Six teen suicides in September

Six teen suicides in September October 3, 2010

The much publicized suicide of Tyler Clementi last week after a roommate posted a streaming web video of him in intimate contact with a male friend was only one of what appears to be an epidemic of suicides by gay teenaged boys.   Asher Brown was 13 when he killed himself after coming out to his stepfather as gay.  Seth Walsh was another 13-year old who hanged himself after being relentlessly taunted and bullied.   Billy Lucas was 15 when he killed himself after what friends call a lifetime of bullying.

It’s not just closeted teens that suffer.  Fifteen-year old Justin Aaberg, who had been out since he was 13, hanged himself after a short lifetime of hidden suffering and the recent end of a relationship. And the most recent victim, Raymond Chase,  19-year old college student who hung himself last Wednesday in his dorm room, was openly gay.  The reason for his self-destruction is not yet known.

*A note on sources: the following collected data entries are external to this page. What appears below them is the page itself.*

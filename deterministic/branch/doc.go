// Package branch follows resting states as a constant, the copies, a conserved
// total or a product of constants is turned: through folds, to Hopf points, to
// crossings of branches and to the branch's ends. From the branches it gives, for
// each stable state, the window of the knob in which the state exists; with two
// knobs, the curve of folds with its cusps.
//
// Branches are followed by pseudo-arclength continuation (Keller, in: Rabinowitz
// (ed.), Applications of Bifurcation Theory, Academic Press 1977, p. 359) of the
// rate equations on the compatibility class, with exact derivatives. Species and
// knobs of very different size are measured in units of their own amounts.
package branch
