package branch

import (
	"math"
)

// fold is what is known at a converged fold, in amounts and time.
type fold struct {
	u, weight   []float64
	null, left  []float64 // Σ left·null = 1 over the independent species
	quadratic   float64   // leftᵀ F_xx null null
	push        []float64 // leftᵀ F_p, by knob
	transversal float64   // |leftᵀ F_p| over its largest possible size, of the first knob
}

// locateFold solves for the fold near u in the first knob.
func locateFold(f *field, u, weight []float64) (*fold, bool) {
	s, ok := newFoldSystem(f, u, weight)
	if !ok {
		return nil, false
	}
	v := append([]float64(nil), u...)
	if !newton(s, v, weight) || !s.renew(v, weight) {
		return nil, false
	}
	return s.fold(v), true
}

// fold reads the normal form at u, where the borders are the null vectors.
func (s *foldSystem) fold(u []float64) *fold {
	n, cols := s.f.n, s.f.columns()
	out := &fold{u: u, weight: s.weight, null: make([]float64, n), left: make([]float64, n), push: make([]float64, s.f.knobs)}
	for j := range n {
		out.null[j] = s.weight[j] * s.right[j]
		out.left[j] = s.left[j] * s.scale[j]
	}
	product := 0.0
	for _, i := range s.f.independent {
		product += out.left[i] * out.null[i]
	}
	size, sum := 0.0, 0.0
	for i := range n {
		out.left[i] /= product
		for k := range out.push {
			out.push[k] += out.left[i] * s.jac[i*cols+n+k]
		}
		slope := s.jac[i*cols+n] * s.scale[i]
		sum += s.left[i] * slope
		size += slope * slope
	}
	out.transversal = math.Abs(sum) / math.Sqrt(size)
	for i, e := range s.f.expand(u, out.null) {
		out.quadratic += 2 * out.left[i] * e[2]
	}
	return out
}

// leastTransversal is the transversality below which a turn is no fold but a place
// where branches meet: there it is 0 to within the root of rounding.
const leastTransversal = 1e-6

// mark gives the fold's mark.
func (d *fold) mark(f *field) Mark {
	m := Mark{Kind: Fold, Knob: d.u[f.n], Amounts: append([]float64(nil), d.u[:f.n]...), Turns: true, Opens: 1}
	m.Bend = d.quadratic / m.setNull(f, d.weight, d.null, d.left)
	drive := -2 * d.quadratic * d.push[0]
	m.RateCoefficient = math.Sqrt(math.Abs(drive))
	if drive < 0 {
		m.Opens = -1
	}
	return m
}

// setNull sets the null vectors on the side and of the size that Mark promises, and
// gives what null was divided by.
func (m *Mark) setNull(f *field, weight, null, left []float64) float64 {
	best := 0.0
	for i, v := range null {
		if r := v / weight[i]; math.Abs(r) > math.Abs(best) {
			best = r
		}
	}
	m.Null, m.Left = make([]float64, f.n), make([]float64, f.n)
	for i := range null {
		m.Null[i] = null[i] / best
	}
	for _, i := range f.independent {
		m.Left[i] = left[i] * best
	}
	return best
}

And September was just another month.  This summer three young gay men in Utah killed themselves, a fact which drew fire to the Mormon Church which was accused of bigotry.

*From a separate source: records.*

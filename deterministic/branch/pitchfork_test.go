package branch

import (
	"fmt"
	"testing"

	"holdfast/internal/zoo"
)

// Symmetric repression becomes bistable at α = n(n−1)^{−(n+1)/n}: 2, 1.4171383,
// 1.1905508 for n = 2, 2.5, 3 (computed; algebra). With both α turned together the
// network keeps its symmetry, and the threshold is a pitchfork and no fold.
func TestSymmetricRepressionPitchforks(t *testing.T) {
	for _, n := range []float64{2, 2.5, 3} {
		for _, alpha := range []float64{3, 0.9} { // bistable today, and not
			d := follow(t, zoo.AsymmetricRepression(alpha, alpha, n, n, 100), "alpha1*alpha2", 0.25, 25)
			m := one(t, d, Pitchfork)
			want := zoo.SymmetricPitchfork(n)
			near(t, fmt.Sprintf("pitchfork for n = %g", n), m.Knob, want*want, 2*located)
			near(t, "v = u", m.Amounts[1], m.Amounts[0], located)
			if folds := d.Folds(); len(folds) != 0 {
				t.Errorf("n = %g: the pitchfork was called a fold: %v", n, folds)
			}
			if len(d.Branches) != 2 {
				t.Errorf("n = %g: %d branches, want the symmetric one and the pair", n, len(d.Branches))
			}
			for _, w := range d.Windows {
				end := w.Low
				if alpha < want {
					end = w.High
				}
				if end.Mark.Kind != Pitchfork {
					t.Errorf("n = %g, α = %g: state %s ends at %v, want the pitchfork", n, alpha, w.State, end.Mark.Kind)
				}
			}
		}
	}
}

// Turned alone, α₁ breaks the symmetry: what was a pitchfork are folds.
func TestBrokenSymmetryHasFolds(t *testing.T) {
	d := follow(t, zoo.SymmetricRepression(3, 100), "alpha1", 0.5, 8)
	if len(d.Folds()) != 2 || len(d.Marks(Pitchfork)) != 0 {
		t.Errorf("%d folds and %d pitchforks, want 2 and none", len(d.Folds()), len(d.Marks(Pitchfork)))
	}
}

// x' = βx/(K+x) − γx has x = 0 and x = β/γ − K, which cross at β = γK (algebra).
func TestTranscriticalPoint(t *testing.T) {
	for _, beta := range []float64{0.5, 4} {
		d := follow(t, zoo.SelfActivator(beta, 2, 0.5, 1, 100), "beta", 0.1, 5)
		m := one(t, d, Transcritical)
		near(t, "crossing", m.Knob, 1, located)
		if m.Amounts[0] != 0 {
			t.Errorf("crossing at x = %v, want 0", m.Amounts[0])
		}
		if len(d.Folds()) != 0 || len(d.Branches) != 2 {
			t.Errorf("%d folds, %d branches, want none and 2", len(d.Folds()), len(d.Branches))
		}
		for _, b := range d.Branches {
			for _, p := range b.Points {
				if p.Amounts[0] < 0 {
					t.Errorf("amount %v at %v", p.Amounts[0], p.Knob)
				}
			}
		}
		w := d.Windows[0]
		end := w.High
		if beta > 1 {
			end = w.Low
		}
		if len(d.Windows) != 1 || end.Mark.Kind != Transcritical {
			t.Errorf("β = %g: the stable state ends at %v, want the crossing", beta, end.Mark.Kind)
		}
	}
}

It’s appalling that in today’s world, when we claim to be so much smarter and more accepting than our forbears, that this kind of bullying is allowed to happen.  It’s certainly nothing new – at a music workshop last week we learned a tune called Hector the Hero.  This tune was penned in tribute to Major General Hector MacDonald, a well-respected Scottish general who killed himself in 1903 after he was outed by rumors of his homosexuality.

It’s difficult to draw astrological conclusions without the birthdates of the individual boys, but it’s noteworthy that this suicidal climax follows the summer of the Cardinal Climax, with its interplanetary conflict and stress.  The suicide of Tyler Clementi is particularly appalling because of the manner in which his intimate life was broadcast in the most public format possible.  We can relate this to the passage of Chiron, with its wounding and hoped-for subsequent healing, passing through the sign of Aquarius ruling technology and the internet.

We have also had the double whammy of Uranus (technology) in Pisces (loss of boundaries) in mutual reception with Neptune (breaking down boundaries) in Aquarius (technology).  Under this influence social interaction has largely become internet-based, with this being particularly and vividly true among the young. Uranus and Aquarius are famously dispassionate and lacking of empathy, and the coldness in which these teenaged roomates streamed the most private of moments in the most public of places is beyond belief.     The Uranus and Aquarius influence is thought to instill acceptance and a desire for social equality, but perhaps this needs to be taught rather than taken for granted.

These are things to keep in mind as we move into the Age of Aquarius, in which technology is worshipped and human weaknesses are denigrated and dismissed.